Shared in accordance with the "fair dealing" provisions, Section 29, of the _Copyright Act._

*Salsa, karaoke out as U.S. eyes austere Afghan war*
Mohammed Abbas, Reuters, 29 Oct 09
Article link

The United States is cutting back on luxuries and distractions such as salsa and karaoke nights to free up space for troops fighting an increasingly violent eight-year war in Afghanistan.

Kandahar airfield is the main air transport hub for the U.S.-led NATO mission in Afghanistan and is so cramped its sewage pool is almost overflowing. But the plan to cut recreational facilities is causing a bigger stink.

"I think it's pretty disheartening for all the soldiers, taking away what little morale they have here," said U.S. military driver Private First Class John Armstrong as he sipped gourmet coffee, one of several comforts that may be cut.
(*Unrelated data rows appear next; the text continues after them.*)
/** Options of {@link readSweepForm}. */
export interface ReadOptions {
  /** The reaction check already made for this text (the pane checks once per change). */
  readonly check?: ReactionCheck;
  /** Read a comma as the decimal separator (the locale's decimal separator is a comma). */
  readonly decimalComma?: boolean;
}

/**
 * Check the form: one plain sentence per problem, each against its field, or the
 * series' inputs. Numbers follow the locale's decimal separator (`options.decimalComma`).
 */
export function readSweepForm(
  form: SweepForm,
  options: ReadOptions = {},
): { ok: true; input: SweepInput } | { ok: false; errors: FieldError[] } {
  const comma = options.decimalComma === true;
  const num = (text: string) => readNumber(text, comma);
  const hint = numberHint(comma);
  const errors: FieldError[] = [];
  const reaction = form.reaction.trim();
  const check = options.check ?? checkReaction(reaction);
  if (!check.ok) errors.push({ field: 'reaction', label: 'Reaction', message: check.message });

  const v = form.variable;
  if (v.kind === 'activity') {
    if (v.species.trim() === '')
      errors.push({ field: 'vary', label: 'Quantity to vary', message: 'Choose the quantity to vary.' });
    else if (headerKey(v.species) === null) {
      errors.push({
        field: 'vary',
        label: 'Quantity to vary',
        message: `"${v.species}" is not a species name the functions can read.`,
      });
    }
  }
  const unit = v.kind === 'activity' ? 'activity' : v.kind === 'pH' ? 'pH' : 'temperature (°C)';
  const range: Record<'from' | 'to', number | null> = { from: null, to: null };
  for (const field of ['from', 'to'] as const) {
    const text = form[field];
    const value = num(text);
    const label = field === 'from' ? 'From' : 'To';
    if (text.trim() === '') {
      errors.push({ field, label, message: `Give a value for ${label}.` });
      continue;
    }
    if (value === null) {
      errors.push({ field, label, message: `${label} "${text}" is not a number: ${hint}.` });
      continue;
    }
    if (v.kind === 'activity' && !(value > 0)) {
      errors.push({
        field,
        label,
        message: `${label} must be above 0 (an activity, or a partial pressure in bar); it is ${value}.`,
      });
      continue;
    }
    if (v.kind === 'temperature' && !(value > -273.15)) {
      errors.push({ field, label, message: `${label} must be above −273.15 °C; it is ${value} °C.` });
      continue;
    }
    range[field] = value;
  }
  if (range.from !== null && range.to !== null && range.from === range.to) {
    errors.push({
      field: 'to',
      label: 'To',
      message: `From and To are both ${range.from}: give two different ${unit} values.`,
    });
  }
  const points = num(form.points);
  if (points === null || !Number.isInteger(points) || points < 2 || points > MAX_POINTS) {
    errors.push({
      field: 'points',
      label: 'Cases',
      message: `Give a whole number of cases from 2 to ${MAX_POINTS} (both ends included); "${form.points}" is not one.`,
    });
  }
  let tempC = 25;
  if (v.kind !== 'temperature') {
    const t = num(form.tempC);
    if (t === null || !(t > -273.15)) {
      errors.push({
        field: 'tempC',
        label: 'Temperature',
        message: `Give the temperature in °C, above −273.15; "${form.tempC}" is not one.`,
      });
    } else tempC = t;
  }

  const fixed: { name: string; value: number }[] = [];
  const seen = new Map<string, number>();
  if (v.kind === 'activity') {
    const k = headerKey(v.species);
    if (k) seen.set(k, -1);
  }
  for (const row of fixedRows(form)) {
    const rowLabel = `Species ${row.index + 1}`;
    if (row.name === '') {
      errors.push({
        field: `species-${row.index}`,
        label: rowLabel,
        message: `Give the name of species ${row.index + 1} (for example Cu2+), or remove the row.`,
      });
      continue;
    }
    const key = headerKey(row.name);
    if (key === null) {
      errors.push({
        field: `species-${row.index}`,
        label: rowLabel,
        message: `"${row.name}" is not a species: write for example Cu2+, O2(g), pH or left:Ag+.`,
      });
      continue;
    }
    if (seen.has(key)) {
      errors.push({
        field: `species-${row.index}`,
        label: rowLabel,
        message: `"${row.name}" is listed twice: remove one of the rows.`,
      });
      continue;
    }
    seen.set(key, row.index);
    const value = num(row.value);
    const isPH = /^(?:(?:left|right|l|r)\s*:\s*)?ph$/i.test(row.name);
    if (value === null || (!isPH && !(value > 0))) {
      errors.push({
        field: `value-${row.index}`,
        label: `Value of ${row.name}`,
        message: isPH
          ? `Give the pH as a number; "${row.value}" is not one.`
          : `Give ${row.name} a value above 0 (${value === null ? hint : `it is ${value}`}).`,
      });
      continue;
    }
    fixed.push({ name: row.name, value });
  }

  const tableText = form.table.trim();
  if (tableText !== '' && !TABLE_REF.test(tableText)) {
    errors.push({
      field: 'table',
      label: 'Potentials table',
      message: `"${tableText}" is not a range: write for example Potentials!A2:D115, or leave it empty for the built-in table.`,
    });
  }

  if (errors.length > 0) return { ok: false, errors };
  return {
    ok: true,
    input: {
      reaction,
      variable: v.kind === 'activity' ? { ...v, species: v.species.trim() } : v,
      from: range.from as number,
      to: range.to as number,
      points: points as number,
      tempC,
      fixed,
      table: tableText === '' ? null : tableText,
    },
  };
}

/**
 * What the disabled write button says is missing: the inputs to fix, by their labels
 * (each message itself is shown once, beside its input).
 *
 * @example
 * missingSummary([{ field: 'from', label: 'From', message: 'Give a value for From.' }])
 * // 'Not ready: From needs fixing (see the message beside it).'
 */
export function missingSummary(errors: readonly FieldError[]): string {
  const labels = [...new Set(errors.map((e) => e.label))];
  if (labels.length === 0) return '';
  if (labels.length === 1) return `Not ready: ${labels[0]} needs fixing (see the message beside it).`;
  const list = `${labels.slice(0, -1).join(', ')} and ${labels[labels.length - 1]}`;
  return `Not ready: ${list} need fixing (see the messages beside them).`;
}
Command Sergeant Major Michael Hall, a senior adviser to General Stanley McChrystal, leader of U.S. and international forces in Afghanistan, said he expected some people would be upset over reduced recreational facilities.

But "frontline soldiers don't get that stuff and they don't need that stuff," he said in a statement.

Kandahar airfield, which the U.S. military shares with other NATO forces including Britain and France, can barely cope with the 20,000 soldiers and contractors already garrisoned there, and another 5,000 inhabitants are expected by mid-2010.

With President Barack Obama mulling a request from McChrystal for another 40,000 troops, raising capacity and cutting waste at Kandahar is critical.

"On one hand he (McChrystal) has a point. He doesn't want planes bringing coffee when they should be carrying troops and supplies," said a U.S. military official, asking not to be identified.

"On the other hand, troops come from battle and want to decompress, have a coffee and sandwich. We're not in prison."

Coffee and food are usually trucked in, but the U.S. military says it is trying to reduce overall logistical strain.

NATO allies are also required to identify inefficiencies under the review, but moves to seek cuts to recreational facilities are so far restricted to the U.S. military.

Salsa and karaoke nights have already been cut at Kandahar and fast-food restaurants closed at a base in Jalalabad.

The plan has critics among NATO allies, who fear their recreational facilities may be swamped with U.S. soldiers, who make up two-thirds of the 100,000 NATO troops in Afghanistan.

TRYING TO EXPAND

A massive expansion program is under way at Kandahar, but room for growth is limited by mines from the then Soviet Union's occupation of Afghanistan in the 1980s, making land a premium.

"Almost every direction you expand here, you're expanding into a Russian minefield," said Lieutenant Colonel Frank Green, a Briton and the airfield's chief engineer.

The airfield has one runway but it is as busy as Gatwick airport, Britain's second largest. A new runway is planned and other facilities are due for expansion, including the morgue.

The number of NATO troops killed in Afghanistan has spiked, and airfield residents say they attend an increasing number of somber ceremonies on the tarmac as bodies are repatriated.

With 53 killed so far, October has become the deadliest month for U.S. troops in Afghanistan since they invaded the country in 2001 to topple the Taliban and its al Qaeda allies.

Frontline troops spend little time at the relatively safe airfield, whose main role is as a command and logistics center.

Brigadier-General Daniel Ivan Schultz, the airfield's most senior U.S. commander, said frontline troops live in austere conditions and there was a perception that staff at Kandahar "don't do anything."

"We need to kill that perception," he said.


----------